What you return must match the data exactly, line for line.
*** Exercise materials Section Begins ***
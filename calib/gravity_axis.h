/* Which way gravity points in the picture, from the motion itself: droplets in one interval share the air's motion, so differences
 * between them, and between field states of one droplet, lie along gravity (and field). Not for finding intervals or
 * velocities. Pure; safe from any thread.
 *
 * Model: velocity of a leg = a g + c_k + noise; a free in every leg, g the unit vector of fall, c_k the air's motion in
 * interval k, its part across gravity N(c0, tau^2). The angle minimises the generalised sum of squares of what is left
 * across g (errors in both coordinates), tau^2 by restricted maximum likelihood. */
#pragma once

#include <stdbool.h>
#include <stddef.h>

#include "calib/units.h"

typedef struct {
    unsigned droplet;
    unsigned
        interval; /* number of the stretch between two field switches: droplets in it share the air's motion */
    bool is_off;  /* no field */
    int state;    /* any number that differs between field states */
    double vx, vy;               /* square pixels per second, or m/s: any unit, the same in all legs */
    double var_x, var_y, cov_xy; /* covariance of (vx, vy), the same unit squared */
} RfMotionLeg;

typedef struct {
    RfValue
        gravity_rad; /* direction of fall, from the picture's +y towards its -x; sigma includes scatter beyond the noise */
    bool
        is_found; /* false: the motion can't tell (too few legs, or all alike); gravity_rad is the nominal with sigma 0 */
    RfValue tilt_rad;    /* field axis less gravity axis; sigma 0: can't be told */
    double tilt_p;       /* chance of a tilt this large when both are parallel; 1 if it can't be told */
    double air_sigma;    /* tau: how the air's motion across gravity varies from interval to interval */
    double chi2_per_dof; /* of what is left across gravity */
    size_t legs;         /* used */
} RfGravityAxis;

/* `nominal_rad` as rf_picture_frame_direction_rad gives it; the answer lies within 30 degrees of it. */
RfGravityAxis rf_gravity_axis_refine(const RfMotionLeg *legs, size_t n, double nominal_rad);

/* For a sheet that says gravity=find: the mean motion of the legs without field points down, which holds when the air moves
 * more slowly than the droplets fall; then refined as above. is_found is false when that mean is within 3 sigma of none. */
RfGravityAxis rf_gravity_axis_find(const RfMotionLeg *legs, size_t n);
*** Exercise materials Section Ends ***
Solution to this problem
filename calib/gravity_axis.h
/* Which way gravity points in the picture, from the motion itself: droplets in one interval share the air's motion, so differences
 * between them, and between field states of one droplet, lie along gravity (and field). Not for finding intervals or
 * velocities. Pure; safe from any thread.
 *
 * Model: velocity of a leg = a g + c_k + noise; a free in every leg, g the unit vector of fall, c_k the air's motion in
 * interval k, its part across gravity N(c0, tau^2). The angle minimises the generalised sum of squares of what is left
 * across g (errors in both coordinates), tau^2 by restricted maximum likelihood. */
#pragma once

#include <stdbool.h>
#include <stddef.h>

#include "calib/units.h"

typedef struct {
    unsigned droplet;
    unsigned
        interval; /* number of the stretch between two field switches: droplets in it share the air's motion */
    bool is_off;  /* no field */
    int state;    /* any number that differs between field states */
    double vx, vy;               /* square pixels per second, or m/s: any unit, the same in all legs */
    double var_x, var_y, cov_xy; /* covariance of (vx, vy), the same unit squared */
} RfMotionLeg;

typedef struct {
    RfValue
        gravity_rad; /* direction of fall, from the picture's +y towards its -x; sigma includes scatter beyond the noise */
    bool
        is_found; /* false: the motion can't tell (too few legs, or all alike); gravity_rad is the nominal with sigma 0 */
    RfValue tilt_rad;    /* field axis less gravity axis; sigma 0: can't be told */
    double tilt_p;       /* chance of a tilt this large when both are parallel; 1 if it can't be told */
    double air_sigma;    /* tau: how the air's motion across gravity varies from interval to interval */
    double chi2_per_dof; /* of what is left across gravity */
    size_t legs;         /* used */
} RfGravityAxis;

/* `nominal_rad` as rf_picture_frame_direction_rad gives it; the answer lies within 30 degrees of it. */
RfGravityAxis rf_gravity_axis_refine(const RfMotionLeg *legs, size_t n, double nominal_rad);

/* For a sheet that says gravity=find: the mean motion of the legs without field points down, which holds when the air moves
 * more slowly than the droplets fall; then refined as above. is_found is false when that mean is within 3 sigma of none. */
RfGravityAxis rf_gravity_axis_find(const RfMotionLeg *legs, size_t n);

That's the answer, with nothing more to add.